Nous sommes 5 et rentrons en métro après une soirée arrosée. Deux d’entre nous s’installent en milieu de wagon, les 3 autres, moi y compris un peu plus loin. Je discute avec mon voisin de gauche depuis dix bonnes minutes. Soudain, un haussement de ton à quelques mètres de moi me pousse à lever les yeux. Je cherche du regard et comprends rapidement : l’un d’entre nous, assis plus loin, est en train de se faire agresser. L’individu au ton hautement virulent s’impatiente. Je n’entends pas ce qu’ils disent, mais il se lève. Nous réfléchissons à 200 à l’heure. Que faire ? Nous lever pour nous interposer ? Ils sont 2, nous sommes 5, le calcul est vite fait. Il reste 3 stations.
Un coup d’oeil vers la main droite de l’agresseur me plonge dans une abîme d’hésitations. Il a quelque chose dedans. Un couteau ? Les souvenirs de mon agression en pleine rue à Orléans lorsque j’avais 12 ans me reviennent en plein visage. Ils étaient 8, 9, armés de couteaux à cran d’arrêt. Ils n’étaient pas plus vieux que moi, peut-être plus jeunes. Ils avaient tenté de me prendre mon argent en pleine rue, alors que ma mère était dans un magasin à 25 mètres de là. Des dizaines de passants avaient vu la scène sans bouger. A l’époque, je les avais intérieurement maudits, traités de lâches. Il reste deux stations.

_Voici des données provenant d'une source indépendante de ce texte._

"""Sorted runs, merged, against one plain sort of everything in memory."""

from __future__ import annotations

from pathlib import Path

import numpy as np
import pandas as pd
import pytest
from hypothesis import given, settings
from hypothesis import strategies as st

from lineproof import store
from lineproof.intake import runs as sorted_runs
from lineproof.intake.runs import Names, SortedRuns, counting_order
from lineproof.store import Scratch

NAMES = ["A", "B", "a", "10", "9", "é", "ż", "", "Z", "𝛽", "\uffee", "AA"]
blocks = st.lists(st.lists(st.sampled_from(NAMES), max_size=12), max_size=12)


def delivered(blocks: list[list[str]]) -> list[pd.DataFrame]:
    """Rows of each block: the security, and numbers that tell every row from every other."""
    frames, at = [], 0
    for listed in blocks:
        row = np.arange(at, at + len(listed))
        at += len(listed)
        frames.append(
            pd.DataFrame(
                {
                    "security": pd.Series(listed, dtype=object),
                    "row": row,
                    "value": np.where(row % 3 == 0, np.nan, row / 7),
                    "code": (row % 100).astype(np.int8),
                }
            )
        )
    return frames


def filled(scratch: Scratch, frames: list[pd.DataFrame]) -> SortedRuns:
    """Runs of the blocks; each block knows its names in an order of its own, some without rows."""
    runs = SortedRuns(scratch)
    for number, frame in enumerate(frames):
        names = list(dict.fromkeys([*frame["security"][::-1], NAMES[number % len(NAMES)]]))
        place = {name: at for at, name in enumerate(names)}
        security = np.array([place[name] for name in frame["security"]], np.int32)
        columns = {name: frame[name].to_numpy() for name in ("row", "value", "code")}
        runs.add(security, names, columns)
    return runs


def check_against_a_plain_sort(
    runs: SortedRuns, frames: list[pd.DataFrame], at_most: int
) -> list[int]:
    """Check content, order and types; how many rows each stretch has."""
    given = pd.concat(frames, ignore_index=True) if frames else pd.DataFrame()
    assert runs.n_rows == len(given)
    found, sizes = [], []
    for names, security, columns in runs.stretches(at_most):
        assert names == sorted(names)
        sizes.append(len(security))
        assert len(security) <= at_most or len(set(security.tolist())) == 1
        assert columns["value"].dtype == np.float64
        assert columns["code"].dtype == np.int8
        assert columns["row"].dtype == np.int64
        named = np.array(names, object)[security]
        found.append(pd.DataFrame({"security": named, **columns}))
    if not len(given):
        assert found == []
        return sizes
    # Within a stretch rows come by run; a stable sort by security brings them together.
    together = pd.concat([f.sort_values("security", kind="stable") for f in found])
    expected = given.sort_values("security", kind="stable")
    pd.testing.assert_frame_equal(
        together.reset_index(drop=True), expected.reset_index(drop=True), check_dtype=False
    )
    return sizes


@pytest.mark.parametrize("on_disk", [False, True], ids=["memory", "disk"])
@settings(max_examples=60, deadline=None)
@given(blocks=blocks, at_most=st.integers(1, 30))
def test_runs_give_what_a_plain_sort_gives(
    tmp_path_factory: pytest.TempPathFactory, on_disk: bool, blocks: list[list[str]], at_most: int
) -> None:
    folder, frames = tmp_path_factory.mktemp("runs"), delivered(blocks)
    with pytest.MonkeyPatch.context() as patch:
        if on_disk:
            patch.setattr(store, "_IN_MEMORY", 0)
        with Scratch(folder) as scratch:
            patch.setattr(sorted_runs, "_ROWS", 12)  # several blocks a run, and several runs
            runs = filled(scratch, frames)
            n_rows = runs.n_rows
            assert any(folder.iterdir()) == (on_disk and n_rows > 0)
            check_against_a_plain_sort(runs, frames, at_most)
            check_against_a_plain_sort(runs, frames, at_most)  # runs can be read again
    assert list(folder.iterdir()) == []


@pytest.mark.parametrize("in_memory", [0, 20_000, 1 << 28], ids=["disk", "both", "memory"])
def test_many_runs(tmp_path: Path, monkeypatch: pytest.MonkeyPatch, in_memory: int) -> None:
    monkeypatch.setattr(store, "_IN_MEMORY", in_memory)
    rng = np.random.default_rng(3)
    names = [f"{number:03d}" for number in range(200)]
    frames = delivered([rng.choice(names, rng.integers(0, 40)).tolist() for _ in range(150)])
    with Scratch(tmp_path) as scratch:
        runs = filled(scratch, frames)
        assert len(check_against_a_plain_sort(runs, frames, 5)) > 100
        assert check_against_a_plain_sort(runs, frames, 1 << 20) == [runs.n_rows]


def test_a_stretch_is_as_long_as_it_may_be(tmp_path: Path) -> None:
    with Scratch(tmp_path) as scratch:
        frames = delivered([list("AAABBCDDDDDDDEF"), list("CAF")])
        sizes = check_against_a_plain_sort(filled(scratch, frames), frames, 4)
        assert sizes == [4, 4, 7, 3]  # A; B and C; D, which alone has more; E and F


def test_names_keep_the_code_they_were_given() -> None:
    names = Names()
    assert names.codes(["b", "a", "b"]).tolist() == [0, 1, 0]
    assert names.codes(["c", "a"]).tolist() == [2, 1]
    assert (len(names), names.texts()) == (3, ["b", "a", "c"])
    assert names.codes([]).dtype == np.int32


@settings(max_examples=200, deadline=None)
@given(
    key=st.lists(st.integers(0, 9), max_size=60),
    n_more=st.integers(0, 3),
    kind=st.sampled_from([np.int8, np.int32, np.int64]),
)
def test_counting_order_is_a_stable_sort(key: list[int], n_more: int, kind: type) -> None:
    keys = np.array(key, kind)
    n_keys = max(key, default=-1) + 1 + n_more
    order, start = counting_order(keys, n_keys)
    np.testing.assert_array_equal(order, np.argsort(keys, kind="stable"))
    np.testing.assert_array_equal(start, np.searchsorted(np.sort(keys), np.arange(n_keys + 1)))
    assert order.dtype == start.dtype == np.int64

À cet instant, c’est moi le lâche. Je vois mon pote se prendre des claques, et je bouillonne. Je vois bien que lui aussi est au bord d’en allonger une au type debout. Mais l’idée d’un couteau me fige. Et le pote de l’autre gars, qui si nous nous interposons, arrivera de derrière, a-t’il une arme lui aussi ? Il reste une station.
Ce n’est pas un couteau. C’est une bombe lacrymogène. Ce n’est pas beaucoup mieux. Mais ce n’est pas un couteau. Si nous nous levons, il y aura baston, c’est sûr. Ce n’est pas un couteau. S’en persuader. Et l’autre là, il va se lever pour défendre son pote, ou pas ? On va se battre à 10 secondes de l’arrivée à la station ? Nous nous levons. Ce n’est pas un couteau. Difficile de s’autopersuader quand on a tellement peur du contraire. L’autre gars se lève. L’agresseur, occupé à s’acharner sur mon pote, nous remarque à peine. Nous arrivons à la station. Mon pote se sera pris quelques claques, des insultes, et aura réussi à se contenir. Je l’admire. Y serais-je parvenu, en de telles circonstances ? Je n’ose rien dire. J’ai honte de moi-même. Il n’avait pas de couteau. Pourquoi j’y suis pas allé ? Parce que j’ai bu ? C’est pas censé rendre les gens plus agressifs, ça ?
Voilà. Je me sens con. Je me sens mal. Je suis profondément désolé. C’est con, mais je ne trouve rien d’autre à dire.